Only the lines below from the one containing "filename diagrams/faults/answer.ts" to the one containing "site: string" should be repeated, both included and unchanged.
--- RECORDED DATA ---
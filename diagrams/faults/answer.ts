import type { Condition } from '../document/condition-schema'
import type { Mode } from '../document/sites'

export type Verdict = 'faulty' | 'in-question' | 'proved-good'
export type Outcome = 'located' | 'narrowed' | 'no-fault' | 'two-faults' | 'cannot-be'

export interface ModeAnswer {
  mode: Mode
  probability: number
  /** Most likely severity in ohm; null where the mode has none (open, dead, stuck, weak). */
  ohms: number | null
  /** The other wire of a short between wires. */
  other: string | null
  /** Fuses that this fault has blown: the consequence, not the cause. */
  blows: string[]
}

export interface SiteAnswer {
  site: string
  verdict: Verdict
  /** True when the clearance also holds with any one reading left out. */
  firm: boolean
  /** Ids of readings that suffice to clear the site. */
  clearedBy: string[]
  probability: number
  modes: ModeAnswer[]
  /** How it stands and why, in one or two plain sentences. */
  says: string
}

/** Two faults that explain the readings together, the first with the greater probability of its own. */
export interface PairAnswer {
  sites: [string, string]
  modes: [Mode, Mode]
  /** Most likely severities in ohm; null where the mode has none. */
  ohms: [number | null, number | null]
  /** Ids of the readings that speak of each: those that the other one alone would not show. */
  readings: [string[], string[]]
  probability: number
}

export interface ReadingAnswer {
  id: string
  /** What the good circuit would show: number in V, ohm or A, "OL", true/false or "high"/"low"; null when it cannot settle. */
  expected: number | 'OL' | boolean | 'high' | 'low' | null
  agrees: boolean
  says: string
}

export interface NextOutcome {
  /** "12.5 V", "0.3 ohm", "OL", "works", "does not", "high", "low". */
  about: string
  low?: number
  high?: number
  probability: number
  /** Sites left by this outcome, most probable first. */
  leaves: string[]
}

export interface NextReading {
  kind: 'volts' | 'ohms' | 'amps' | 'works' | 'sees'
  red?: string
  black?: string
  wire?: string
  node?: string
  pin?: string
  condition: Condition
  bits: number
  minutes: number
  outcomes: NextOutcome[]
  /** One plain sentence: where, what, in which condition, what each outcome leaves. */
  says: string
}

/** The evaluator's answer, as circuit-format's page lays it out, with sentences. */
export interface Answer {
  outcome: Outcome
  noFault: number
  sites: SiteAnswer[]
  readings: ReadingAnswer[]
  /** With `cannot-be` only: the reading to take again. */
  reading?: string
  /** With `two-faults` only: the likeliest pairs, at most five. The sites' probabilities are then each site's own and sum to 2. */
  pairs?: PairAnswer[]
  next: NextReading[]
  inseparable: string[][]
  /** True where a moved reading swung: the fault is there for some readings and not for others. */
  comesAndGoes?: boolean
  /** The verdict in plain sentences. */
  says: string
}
---
--- RECORDED DATA ---
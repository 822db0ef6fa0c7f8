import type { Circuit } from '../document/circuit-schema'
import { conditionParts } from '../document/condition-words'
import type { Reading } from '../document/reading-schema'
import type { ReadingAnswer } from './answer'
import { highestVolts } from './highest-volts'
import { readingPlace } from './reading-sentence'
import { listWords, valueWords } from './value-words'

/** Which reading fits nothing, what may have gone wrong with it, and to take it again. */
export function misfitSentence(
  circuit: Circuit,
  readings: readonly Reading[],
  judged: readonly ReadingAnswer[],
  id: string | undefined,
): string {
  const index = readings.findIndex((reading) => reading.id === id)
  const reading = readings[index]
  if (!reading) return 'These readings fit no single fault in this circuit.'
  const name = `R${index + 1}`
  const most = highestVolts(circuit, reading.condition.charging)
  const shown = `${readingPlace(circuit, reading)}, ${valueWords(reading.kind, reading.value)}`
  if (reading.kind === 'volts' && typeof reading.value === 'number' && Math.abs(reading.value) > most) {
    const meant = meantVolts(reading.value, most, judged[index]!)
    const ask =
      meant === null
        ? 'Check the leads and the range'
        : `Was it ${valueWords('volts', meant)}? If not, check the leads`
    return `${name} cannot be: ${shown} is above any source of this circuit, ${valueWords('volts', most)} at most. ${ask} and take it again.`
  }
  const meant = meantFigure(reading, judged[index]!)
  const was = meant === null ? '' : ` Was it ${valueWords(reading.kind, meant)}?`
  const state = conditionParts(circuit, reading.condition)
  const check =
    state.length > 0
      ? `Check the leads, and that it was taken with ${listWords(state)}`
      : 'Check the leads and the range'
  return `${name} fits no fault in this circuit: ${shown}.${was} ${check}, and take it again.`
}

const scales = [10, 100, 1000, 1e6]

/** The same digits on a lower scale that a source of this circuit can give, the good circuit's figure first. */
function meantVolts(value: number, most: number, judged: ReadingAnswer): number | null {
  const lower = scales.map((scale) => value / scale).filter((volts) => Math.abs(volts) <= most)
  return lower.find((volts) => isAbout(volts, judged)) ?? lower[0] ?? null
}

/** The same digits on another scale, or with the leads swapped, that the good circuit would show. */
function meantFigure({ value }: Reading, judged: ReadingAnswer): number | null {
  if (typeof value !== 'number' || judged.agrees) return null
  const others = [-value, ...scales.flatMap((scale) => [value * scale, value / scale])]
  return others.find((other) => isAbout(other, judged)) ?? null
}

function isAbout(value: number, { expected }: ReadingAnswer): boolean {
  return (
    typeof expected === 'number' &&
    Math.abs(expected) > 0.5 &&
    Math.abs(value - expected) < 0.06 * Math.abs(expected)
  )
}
---
ANSWER BOX »
filename diagrams/faults/answer.ts
import type { Condition } from '../document/condition-schema'
import type { Mode } from '../document/sites'

export type Verdict = 'faulty' | 'in-question' | 'proved-good'
export type Outcome = 'located' | 'narrowed' | 'no-fault' | 'two-faults' | 'cannot-be'

export interface ModeAnswer {
  mode: Mode
  probability: number
  /** Most likely severity in ohm; null where the mode has none (open, dead, stuck, weak). */
  ohms: number | null
  /** The other wire of a short between wires. */
  other: string | null
  /** Fuses that this fault has blown: the consequence, not the cause. */
  blows: string[]
}

export interface SiteAnswer {
  site: string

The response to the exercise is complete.